Required work — Give the number of lines below that hold the string "FrameProof", and nothing more.

(Beginning of Given data)

"""RFC 6962 Merkle tree hash and inclusion proofs against the published reference data."""

import hashlib

import pytest
from hypothesis import given, settings
from hypothesis import strategies as st

from redact.errors import InputError, PackageError
from redact.provenance import merkle

# Leaves of the certificate-transparency reference tests (transparency-dev/merkle testonly/constants.go).
LEAVES = [bytes.fromhex(h) for h in ["", "00", "10", "2021", "3031", "40414243", "5051525354555657",
                                     "606162636465666768696a6b6c6d6e6f"]]
# Roots of the first n leaves, same source (RFC 6962 §2.1 MTH).
ROOTS = {
    1: "6e340b9cffb37a989ca544e6bb780a2c78901d3fb33738768511a30617afa01d",
    2: "fac54203e7cc696cf0dfcb42c92a1d9dbaf70ad9e621f4bd8d98662f00e3c125",
    3: "aeb6bcfe274b70a14fb067a5e5578264db0fa9b51af5e0ba159158f329e06e77",
    4: "d37ee418976dd95753c1c73862b9398fa2a2cf9b4ff0fdfe8b30cd95209614b7",
    5: "4e3bbb1f7b478dcfe71fb631631519a3bca12c9aefca1612bfce4c13a86264d4",
    6: "76e67dadbcdf1e10e1b74ddc608abd2f98dfb16fbce75277b5232a127f2087ef",
    7: "ddb89be403809e325750d3d263cd78929c2942b7942a34b77e122c9594a74c8c",
    8: "5dc9da79a70659a9ad559cb701ded9a2ab9d823aad2f4960cfe370eff4604328",
}
# transparency-dev/merkle testdata/inclusion/1/happy-path.json: leaf 0 of the 8-leaf tree.
PROOF_0_OF_8 = ["96a296d224f285c67bee93c30f8a309157f0daa35dc5b87e410b78630a09cfc7",
                "5f083f0a1a33ca076a95279832580db3e0ef4584bdff1f54c8a360f50de3031e",
                "6b47aaf29ee3c2af9af889bc1fb9254dabd31177f16232dd6aab035ca39bf6e4"]


def mth_rfc6962(d):
    """MTH written straight from RFC 6962 §2.1 (recursive split at the largest power of two < n)."""
    if not d:
        return hashlib.sha256(b"").digest()
    if len(d) == 1:
        return hashlib.sha256(b"\x00" + d[0]).digest()
    k = 1
    while k * 2 < len(d):
        k *= 2
    return hashlib.sha256(b"\x01" + mth_rfc6962(d[:k]) + mth_rfc6962(d[k:])).digest()


@pytest.mark.parametrize("n", sorted(ROOTS))
def test_published_roots(n):
    assert merkle.root(LEAVES[:n]).hex() == ROOTS[n]


def test_empty_tree_is_sha256_of_nothing():
    # RFC 6962 §2.1: MTH({}) = SHA-256(); FIPS 180-4 empty-string vector.
    assert merkle.root([]).hex() == "e3b0c44298fc1c149afbf4c8996fb92427ae41e4649b934ca495991b7852b855"


def test_published_inclusion_proof():
    proof = merkle.inclusion_proof(LEAVES, 0)
    assert [p.hex() for p in proof] == PROOF_0_OF_8
    assert merkle.verify_inclusion(LEAVES[0], 0, 8, [bytes.fromhex(h) for h in PROOF_0_OF_8], bytes.fromhex(ROOTS[8]))


def test_published_proof_rejected_when_altered():
    root = bytes.fromhex(ROOTS[8])
    proof = [bytes.fromhex(h) for h in PROOF_0_OF_8]
    assert not merkle.verify_inclusion(LEAVES[1], 0, 8, proof, root)      # other leaf
    assert not merkle.verify_inclusion(LEAVES[0], 1, 8, proof, root)      # other index
    # A wrong tree size is caught when it changes the path's shape (sizes 5-8 share it for leaf 0;
    # the verifier relies on size and root being signed together).
    assert not merkle.verify_inclusion(LEAVES[0], 0, 4, proof, root)
    assert not merkle.verify_inclusion(LEAVES[0], 0, 9, proof, root)
    assert not merkle.verify_inclusion(LEAVES[0], 0, 8, proof[:2], root)  # short path
    assert not merkle.verify_inclusion(LEAVES[0], 0, 8, proof + proof[:1], root)  # long path
    assert not merkle.verify_inclusion(LEAVES[0], 8, 8, proof, root)      # index outside
    bad = bytearray(proof[1])
    bad[0] ^= 1
    assert not merkle.verify_inclusion(LEAVES[0], 0, 8, [proof[0], bytes(bad), proof[2]], root)


@pytest.mark.parametrize("n", range(1, 34))
def test_every_proof_verifies_with_rfc9162_algorithm(n):
    # Proofs from our generator are checked with the independent RFC 9162 §2.1.3.2 procedure,
    # and our level-wise root against the recursive RFC 6962 definition.
    leaves = [hashlib.sha256(bytes([i])).digest() for i in range(n)]
    root = merkle.root(leaves)
    assert root == mth_rfc6962(leaves)
    for i in range(n):
        proof = merkle.inclusion_proof(leaves, i)
        assert merkle.verify_inclusion(leaves[i], i, n, proof, root)
        assert not merkle.verify_inclusion(leaves[(i + 1) % n] + b"x", i, n, proof, root)


@settings(max_examples=60, deadline=None)
@given(st.lists(st.binary(max_size=8), min_size=1, max_size=70), st.data())
def test_property_root_and_proofs(leaves, data):
    assert merkle.root(leaves) == mth_rfc6962(leaves)
    i = data.draw(st.integers(0, len(leaves) - 1))
    proof = merkle.inclusion_proof(leaves, i)
    assert merkle.verify_inclusion(leaves[i], i, len(leaves), proof, merkle.root(leaves))


def test_frame_digest_file_round_trip_and_strictness():
    digests = [hashlib.sha256(bytes([i])).digest() for i in range(3)]
    text = merkle.format_frame_digests(digests)
    assert text.count(b"\n") == 3
    assert merkle.parse_frame_digests(text.splitlines(keepends=True)) == digests
    for bad in [text.upper(), text[:-1], text.replace(b"\n", b"\r\n", 1), b"\n" + text]:
        with pytest.raises(PackageError):
            merkle.parse_frame_digests(bad.splitlines(keepends=True))


def test_frame_proof_file_round_trip_and_check():
    digests = [hashlib.sha256(bytes([i])).digest() for i in range(11)]
    proof = merkle.make_frame_proof(digests, 6, "ab" * 32)
    again = merkle.FrameProof.from_json(proof.to_json())
    assert again == proof and again.check()
    root = merkle.root(digests).hex()
    assert merkle.check_frame_proof(again, root, 11, digests[6]) == []
    findings = merkle.check_frame_proof(again, root, 12, digests[5])
    assert any("tree size" in f for f in findings) and any("frame digest" in f for f in findings)
    with pytest.raises(InputError):
        merkle.make_frame_proof(digests, 11)
    with pytest.raises(PackageError):
        merkle.FrameProof.from_json(proof.to_json().replace(b'"frame":6', b'"frame":6,"frame":7'))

(End of Given data)

Reply — 2